Take the records below and print them verbatim up to and including the line that carries "Target, assumptions: Assumptions".

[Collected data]
*** Block opens ***

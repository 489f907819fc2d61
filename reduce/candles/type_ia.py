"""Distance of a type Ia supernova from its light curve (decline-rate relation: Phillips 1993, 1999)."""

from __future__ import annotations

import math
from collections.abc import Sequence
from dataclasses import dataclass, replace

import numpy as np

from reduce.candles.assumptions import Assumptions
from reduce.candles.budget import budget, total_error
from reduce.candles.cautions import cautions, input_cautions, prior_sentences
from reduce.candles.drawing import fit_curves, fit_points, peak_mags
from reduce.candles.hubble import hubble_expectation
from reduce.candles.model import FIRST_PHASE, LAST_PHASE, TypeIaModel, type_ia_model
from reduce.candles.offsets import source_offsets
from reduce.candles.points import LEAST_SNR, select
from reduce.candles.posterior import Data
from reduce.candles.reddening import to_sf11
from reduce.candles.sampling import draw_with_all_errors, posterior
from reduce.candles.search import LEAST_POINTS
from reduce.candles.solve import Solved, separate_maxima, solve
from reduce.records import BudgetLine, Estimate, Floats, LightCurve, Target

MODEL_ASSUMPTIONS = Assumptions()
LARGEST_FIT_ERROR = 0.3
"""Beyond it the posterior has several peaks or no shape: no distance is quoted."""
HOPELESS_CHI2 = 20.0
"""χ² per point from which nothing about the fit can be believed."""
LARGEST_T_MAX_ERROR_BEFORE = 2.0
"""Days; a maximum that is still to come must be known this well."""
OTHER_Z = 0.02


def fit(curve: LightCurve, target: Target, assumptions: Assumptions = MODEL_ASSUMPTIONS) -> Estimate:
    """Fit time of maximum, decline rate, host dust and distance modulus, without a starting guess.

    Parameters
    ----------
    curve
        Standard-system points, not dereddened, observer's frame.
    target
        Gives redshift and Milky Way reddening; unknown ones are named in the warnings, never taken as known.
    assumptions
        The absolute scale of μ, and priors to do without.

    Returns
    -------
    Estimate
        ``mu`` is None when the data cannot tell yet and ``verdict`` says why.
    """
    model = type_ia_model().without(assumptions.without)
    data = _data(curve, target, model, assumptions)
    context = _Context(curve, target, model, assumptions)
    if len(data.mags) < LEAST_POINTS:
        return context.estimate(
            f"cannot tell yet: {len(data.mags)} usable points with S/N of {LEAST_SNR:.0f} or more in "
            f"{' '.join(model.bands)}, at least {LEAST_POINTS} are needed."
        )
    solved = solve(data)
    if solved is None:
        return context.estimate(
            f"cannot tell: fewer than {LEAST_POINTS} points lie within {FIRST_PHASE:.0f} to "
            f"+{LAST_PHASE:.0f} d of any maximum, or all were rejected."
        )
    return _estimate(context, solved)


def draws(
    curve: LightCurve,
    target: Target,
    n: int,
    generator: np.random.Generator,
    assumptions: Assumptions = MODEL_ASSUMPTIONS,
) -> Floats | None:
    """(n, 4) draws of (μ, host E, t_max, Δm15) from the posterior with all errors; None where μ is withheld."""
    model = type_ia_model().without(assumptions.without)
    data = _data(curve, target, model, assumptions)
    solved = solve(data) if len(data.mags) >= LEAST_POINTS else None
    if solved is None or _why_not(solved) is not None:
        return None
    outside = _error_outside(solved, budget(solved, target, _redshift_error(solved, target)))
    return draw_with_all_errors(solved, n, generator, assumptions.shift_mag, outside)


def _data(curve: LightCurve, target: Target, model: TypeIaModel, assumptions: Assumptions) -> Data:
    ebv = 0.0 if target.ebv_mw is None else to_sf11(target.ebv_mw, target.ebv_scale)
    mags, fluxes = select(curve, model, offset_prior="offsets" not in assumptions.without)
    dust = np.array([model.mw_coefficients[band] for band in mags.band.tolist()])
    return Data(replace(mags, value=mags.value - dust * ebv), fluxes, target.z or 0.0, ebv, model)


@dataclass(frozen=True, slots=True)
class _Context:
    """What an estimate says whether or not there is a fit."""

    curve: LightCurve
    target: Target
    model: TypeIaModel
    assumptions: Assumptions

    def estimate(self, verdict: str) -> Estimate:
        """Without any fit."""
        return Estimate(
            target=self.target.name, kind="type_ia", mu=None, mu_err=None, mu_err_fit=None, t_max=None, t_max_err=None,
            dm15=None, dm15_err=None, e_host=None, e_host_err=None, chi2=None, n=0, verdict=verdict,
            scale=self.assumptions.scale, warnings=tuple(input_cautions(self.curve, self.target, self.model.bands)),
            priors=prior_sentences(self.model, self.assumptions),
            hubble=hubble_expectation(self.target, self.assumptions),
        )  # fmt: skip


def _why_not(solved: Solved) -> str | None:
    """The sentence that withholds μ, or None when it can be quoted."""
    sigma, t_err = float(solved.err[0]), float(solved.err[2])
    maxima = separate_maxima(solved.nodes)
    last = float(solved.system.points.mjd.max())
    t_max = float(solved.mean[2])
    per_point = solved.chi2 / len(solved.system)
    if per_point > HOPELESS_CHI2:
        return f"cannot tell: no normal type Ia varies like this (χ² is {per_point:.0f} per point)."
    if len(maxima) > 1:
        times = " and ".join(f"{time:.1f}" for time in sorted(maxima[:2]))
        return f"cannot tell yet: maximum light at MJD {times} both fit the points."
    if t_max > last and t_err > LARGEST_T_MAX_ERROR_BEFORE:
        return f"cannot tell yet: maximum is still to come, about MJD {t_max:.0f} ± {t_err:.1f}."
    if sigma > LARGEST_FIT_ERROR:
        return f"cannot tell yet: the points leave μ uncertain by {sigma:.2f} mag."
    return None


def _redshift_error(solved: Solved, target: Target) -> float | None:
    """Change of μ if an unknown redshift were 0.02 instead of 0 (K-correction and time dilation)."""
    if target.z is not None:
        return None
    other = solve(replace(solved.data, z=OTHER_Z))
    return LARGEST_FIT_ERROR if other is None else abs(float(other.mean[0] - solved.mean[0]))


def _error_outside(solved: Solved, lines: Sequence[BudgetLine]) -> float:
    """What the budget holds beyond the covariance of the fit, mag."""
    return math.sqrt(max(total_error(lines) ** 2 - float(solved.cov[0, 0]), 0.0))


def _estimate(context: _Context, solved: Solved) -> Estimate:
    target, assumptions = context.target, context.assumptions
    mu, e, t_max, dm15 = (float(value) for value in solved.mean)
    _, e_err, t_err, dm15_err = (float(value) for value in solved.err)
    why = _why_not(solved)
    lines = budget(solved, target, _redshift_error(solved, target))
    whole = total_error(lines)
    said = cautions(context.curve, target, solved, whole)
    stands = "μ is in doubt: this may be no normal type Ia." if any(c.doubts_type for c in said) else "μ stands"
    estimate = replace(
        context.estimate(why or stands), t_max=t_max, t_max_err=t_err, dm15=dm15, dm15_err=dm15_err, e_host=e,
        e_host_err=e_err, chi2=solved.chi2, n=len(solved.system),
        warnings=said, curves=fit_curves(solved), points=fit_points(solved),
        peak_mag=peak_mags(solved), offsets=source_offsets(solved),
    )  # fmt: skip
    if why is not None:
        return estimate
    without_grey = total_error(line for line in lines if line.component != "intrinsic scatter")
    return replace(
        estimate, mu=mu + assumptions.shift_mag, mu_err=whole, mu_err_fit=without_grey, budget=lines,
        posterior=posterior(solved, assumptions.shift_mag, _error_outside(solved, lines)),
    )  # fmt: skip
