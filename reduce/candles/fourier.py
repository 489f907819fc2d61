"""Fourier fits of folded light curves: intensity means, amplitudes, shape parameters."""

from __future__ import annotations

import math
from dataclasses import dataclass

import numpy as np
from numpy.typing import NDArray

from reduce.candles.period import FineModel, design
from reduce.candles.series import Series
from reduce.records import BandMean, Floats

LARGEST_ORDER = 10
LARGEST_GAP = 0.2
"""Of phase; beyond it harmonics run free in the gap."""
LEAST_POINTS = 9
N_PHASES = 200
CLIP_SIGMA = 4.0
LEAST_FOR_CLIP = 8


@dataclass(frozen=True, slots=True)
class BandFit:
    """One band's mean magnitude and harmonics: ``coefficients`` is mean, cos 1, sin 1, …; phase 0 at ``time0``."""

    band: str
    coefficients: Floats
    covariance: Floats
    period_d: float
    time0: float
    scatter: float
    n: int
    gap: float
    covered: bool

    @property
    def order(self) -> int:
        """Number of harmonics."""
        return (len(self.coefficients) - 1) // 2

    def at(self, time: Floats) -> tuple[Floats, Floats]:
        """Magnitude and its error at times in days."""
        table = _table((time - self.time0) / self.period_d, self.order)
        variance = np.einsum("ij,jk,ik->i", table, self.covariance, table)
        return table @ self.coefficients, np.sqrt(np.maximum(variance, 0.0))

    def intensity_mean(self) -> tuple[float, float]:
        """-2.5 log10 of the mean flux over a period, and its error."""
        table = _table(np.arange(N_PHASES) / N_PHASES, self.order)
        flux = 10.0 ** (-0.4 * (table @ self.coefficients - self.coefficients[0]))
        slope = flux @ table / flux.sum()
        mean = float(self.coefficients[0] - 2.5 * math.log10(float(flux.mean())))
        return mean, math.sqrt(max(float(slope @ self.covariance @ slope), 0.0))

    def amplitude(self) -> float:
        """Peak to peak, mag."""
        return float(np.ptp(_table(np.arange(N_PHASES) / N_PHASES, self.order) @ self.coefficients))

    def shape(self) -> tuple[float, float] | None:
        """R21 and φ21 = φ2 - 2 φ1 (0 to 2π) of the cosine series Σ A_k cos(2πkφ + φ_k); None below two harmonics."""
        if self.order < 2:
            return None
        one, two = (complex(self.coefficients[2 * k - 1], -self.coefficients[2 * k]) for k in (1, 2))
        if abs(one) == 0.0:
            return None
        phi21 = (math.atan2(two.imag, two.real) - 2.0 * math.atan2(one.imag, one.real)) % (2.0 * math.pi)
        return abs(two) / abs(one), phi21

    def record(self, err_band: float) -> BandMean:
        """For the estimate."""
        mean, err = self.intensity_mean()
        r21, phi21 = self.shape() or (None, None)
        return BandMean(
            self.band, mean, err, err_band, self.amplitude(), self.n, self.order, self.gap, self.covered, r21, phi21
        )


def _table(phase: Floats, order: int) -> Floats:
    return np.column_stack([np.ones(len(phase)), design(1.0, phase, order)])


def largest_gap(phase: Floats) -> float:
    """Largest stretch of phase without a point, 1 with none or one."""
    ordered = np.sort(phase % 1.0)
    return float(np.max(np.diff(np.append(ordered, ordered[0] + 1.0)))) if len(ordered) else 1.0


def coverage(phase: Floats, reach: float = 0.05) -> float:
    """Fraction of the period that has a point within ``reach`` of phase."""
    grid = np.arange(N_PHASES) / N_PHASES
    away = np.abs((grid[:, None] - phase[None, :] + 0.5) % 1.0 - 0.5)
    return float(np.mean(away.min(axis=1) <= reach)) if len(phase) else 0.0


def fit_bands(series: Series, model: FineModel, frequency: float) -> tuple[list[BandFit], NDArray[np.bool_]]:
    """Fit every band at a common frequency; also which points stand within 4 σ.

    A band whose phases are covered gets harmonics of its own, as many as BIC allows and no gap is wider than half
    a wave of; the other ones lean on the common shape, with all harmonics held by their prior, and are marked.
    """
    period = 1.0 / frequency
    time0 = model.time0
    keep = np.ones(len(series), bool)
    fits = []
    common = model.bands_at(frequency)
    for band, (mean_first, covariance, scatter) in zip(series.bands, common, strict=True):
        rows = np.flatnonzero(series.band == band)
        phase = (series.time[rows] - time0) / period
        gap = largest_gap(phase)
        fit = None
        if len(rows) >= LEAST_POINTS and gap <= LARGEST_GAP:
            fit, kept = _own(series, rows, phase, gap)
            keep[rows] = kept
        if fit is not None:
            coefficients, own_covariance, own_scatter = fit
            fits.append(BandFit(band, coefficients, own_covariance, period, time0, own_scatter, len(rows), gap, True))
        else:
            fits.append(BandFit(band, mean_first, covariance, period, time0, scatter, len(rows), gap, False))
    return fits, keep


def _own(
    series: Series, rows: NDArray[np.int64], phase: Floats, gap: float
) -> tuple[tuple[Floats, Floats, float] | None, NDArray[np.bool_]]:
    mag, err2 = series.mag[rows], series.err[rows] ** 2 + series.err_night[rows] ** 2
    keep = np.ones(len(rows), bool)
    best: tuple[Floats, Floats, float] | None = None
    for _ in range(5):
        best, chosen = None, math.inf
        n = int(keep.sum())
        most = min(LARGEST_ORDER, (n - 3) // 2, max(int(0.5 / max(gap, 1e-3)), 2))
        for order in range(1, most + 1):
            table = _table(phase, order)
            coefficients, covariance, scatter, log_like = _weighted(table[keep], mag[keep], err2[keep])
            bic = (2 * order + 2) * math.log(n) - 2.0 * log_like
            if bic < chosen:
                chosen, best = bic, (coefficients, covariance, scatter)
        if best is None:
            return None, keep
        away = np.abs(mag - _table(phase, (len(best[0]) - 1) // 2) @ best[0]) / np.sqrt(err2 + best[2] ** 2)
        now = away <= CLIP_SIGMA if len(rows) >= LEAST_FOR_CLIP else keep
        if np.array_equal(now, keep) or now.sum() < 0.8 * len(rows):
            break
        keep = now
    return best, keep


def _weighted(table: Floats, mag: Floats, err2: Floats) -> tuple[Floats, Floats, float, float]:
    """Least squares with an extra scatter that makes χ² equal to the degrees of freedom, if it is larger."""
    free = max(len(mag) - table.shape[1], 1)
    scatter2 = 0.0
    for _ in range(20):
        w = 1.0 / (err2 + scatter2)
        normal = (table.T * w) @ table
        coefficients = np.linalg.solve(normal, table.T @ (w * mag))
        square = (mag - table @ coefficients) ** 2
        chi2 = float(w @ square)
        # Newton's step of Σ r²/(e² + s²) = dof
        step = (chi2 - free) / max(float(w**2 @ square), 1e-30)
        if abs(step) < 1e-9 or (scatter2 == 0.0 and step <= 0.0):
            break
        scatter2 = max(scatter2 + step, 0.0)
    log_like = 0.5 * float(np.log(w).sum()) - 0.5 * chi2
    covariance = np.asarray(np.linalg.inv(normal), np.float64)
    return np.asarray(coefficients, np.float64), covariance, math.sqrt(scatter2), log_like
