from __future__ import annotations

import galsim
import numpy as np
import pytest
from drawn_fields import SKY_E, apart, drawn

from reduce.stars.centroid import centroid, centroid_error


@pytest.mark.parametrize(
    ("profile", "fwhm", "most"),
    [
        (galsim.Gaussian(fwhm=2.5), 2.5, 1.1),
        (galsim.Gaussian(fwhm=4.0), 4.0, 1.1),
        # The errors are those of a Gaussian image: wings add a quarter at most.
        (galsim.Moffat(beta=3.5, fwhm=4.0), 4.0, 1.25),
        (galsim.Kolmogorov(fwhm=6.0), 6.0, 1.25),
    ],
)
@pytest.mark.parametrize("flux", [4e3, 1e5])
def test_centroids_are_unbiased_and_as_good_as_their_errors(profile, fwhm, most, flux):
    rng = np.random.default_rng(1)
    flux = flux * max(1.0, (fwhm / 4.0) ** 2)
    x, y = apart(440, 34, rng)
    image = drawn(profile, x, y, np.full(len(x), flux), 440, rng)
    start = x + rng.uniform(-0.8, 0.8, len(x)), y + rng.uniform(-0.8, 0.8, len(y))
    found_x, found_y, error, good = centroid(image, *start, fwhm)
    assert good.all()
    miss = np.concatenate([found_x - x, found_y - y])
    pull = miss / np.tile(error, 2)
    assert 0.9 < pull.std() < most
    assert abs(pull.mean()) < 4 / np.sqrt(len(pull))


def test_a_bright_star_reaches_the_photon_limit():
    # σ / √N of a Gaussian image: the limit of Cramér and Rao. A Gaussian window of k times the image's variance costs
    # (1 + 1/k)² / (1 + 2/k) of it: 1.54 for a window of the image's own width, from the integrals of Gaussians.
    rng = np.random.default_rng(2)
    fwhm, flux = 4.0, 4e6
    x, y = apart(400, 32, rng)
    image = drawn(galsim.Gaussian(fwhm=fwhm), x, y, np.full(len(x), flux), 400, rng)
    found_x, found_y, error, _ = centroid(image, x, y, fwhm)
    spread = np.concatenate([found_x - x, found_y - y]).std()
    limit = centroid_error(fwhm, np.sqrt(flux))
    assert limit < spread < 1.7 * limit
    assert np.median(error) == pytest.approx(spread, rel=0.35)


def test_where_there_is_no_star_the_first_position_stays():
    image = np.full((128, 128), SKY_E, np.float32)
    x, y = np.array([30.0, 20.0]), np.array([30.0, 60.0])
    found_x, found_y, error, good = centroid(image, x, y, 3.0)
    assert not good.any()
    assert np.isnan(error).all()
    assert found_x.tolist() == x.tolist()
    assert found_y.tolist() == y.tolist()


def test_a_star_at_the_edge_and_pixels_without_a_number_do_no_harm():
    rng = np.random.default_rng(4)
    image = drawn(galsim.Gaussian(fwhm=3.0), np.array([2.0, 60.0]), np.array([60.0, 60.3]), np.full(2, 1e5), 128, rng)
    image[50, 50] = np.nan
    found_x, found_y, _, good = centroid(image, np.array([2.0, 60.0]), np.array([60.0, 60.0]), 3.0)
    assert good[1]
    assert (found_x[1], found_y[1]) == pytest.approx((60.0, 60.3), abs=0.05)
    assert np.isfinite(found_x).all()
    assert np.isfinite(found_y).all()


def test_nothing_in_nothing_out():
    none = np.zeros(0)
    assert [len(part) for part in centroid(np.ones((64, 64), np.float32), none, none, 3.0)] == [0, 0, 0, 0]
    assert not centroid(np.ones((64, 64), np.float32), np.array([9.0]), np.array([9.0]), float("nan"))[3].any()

*** Block closes ***

EXERCISE ANSWER:
repository 489f907819fc2d61
filename reduce/candles/type_ia.py
"""Distance of a type Ia supernova from its light curve (decline-rate relation: Phillips 1993, 1999)."""

from __future__ import annotations

import math
from collections.abc import Sequence
from dataclasses import dataclass, replace

import numpy as np

from reduce.candles.assumptions import Assumptions
from reduce.candles.budget import budget, total_error
from reduce.candles.cautions import cautions, input_cautions, prior_sentences
from reduce.candles.drawing import fit_curves, fit_points, peak_mags
from reduce.candles.hubble import hubble_expectation
from reduce.candles.model import FIRST_PHASE, LAST_PHASE, TypeIaModel, type_ia_model
from reduce.candles.offsets import source_offsets
from reduce.candles.points import LEAST_SNR, select
from reduce.candles.posterior import Data
from reduce.candles.reddening import to_sf11
from reduce.candles.sampling import draw_with_all_errors, posterior
from reduce.candles.search import LEAST_POINTS
from reduce.candles.solve import Solved, separate_maxima, solve
from reduce.records import BudgetLine, Estimate, Floats, LightCurve, Target

MODEL_ASSUMPTIONS = Assumptions()
LARGEST_FIT_ERROR = 0.3
"""Beyond it the posterior has several peaks or no shape: no distance is quoted."""
HOPELESS_CHI2 = 20.0
"""χ² per point from which nothing about the fit can be believed."""
LARGEST_T_MAX_ERROR_BEFORE = 2.0
"""Days; a maximum that is still to come must be known this well."""
OTHER_Z = 0.02


def fit(curve: LightCurve, target: Target, assumptions: Assumptions = MODEL_ASSUMPTIONS) -> Estimate:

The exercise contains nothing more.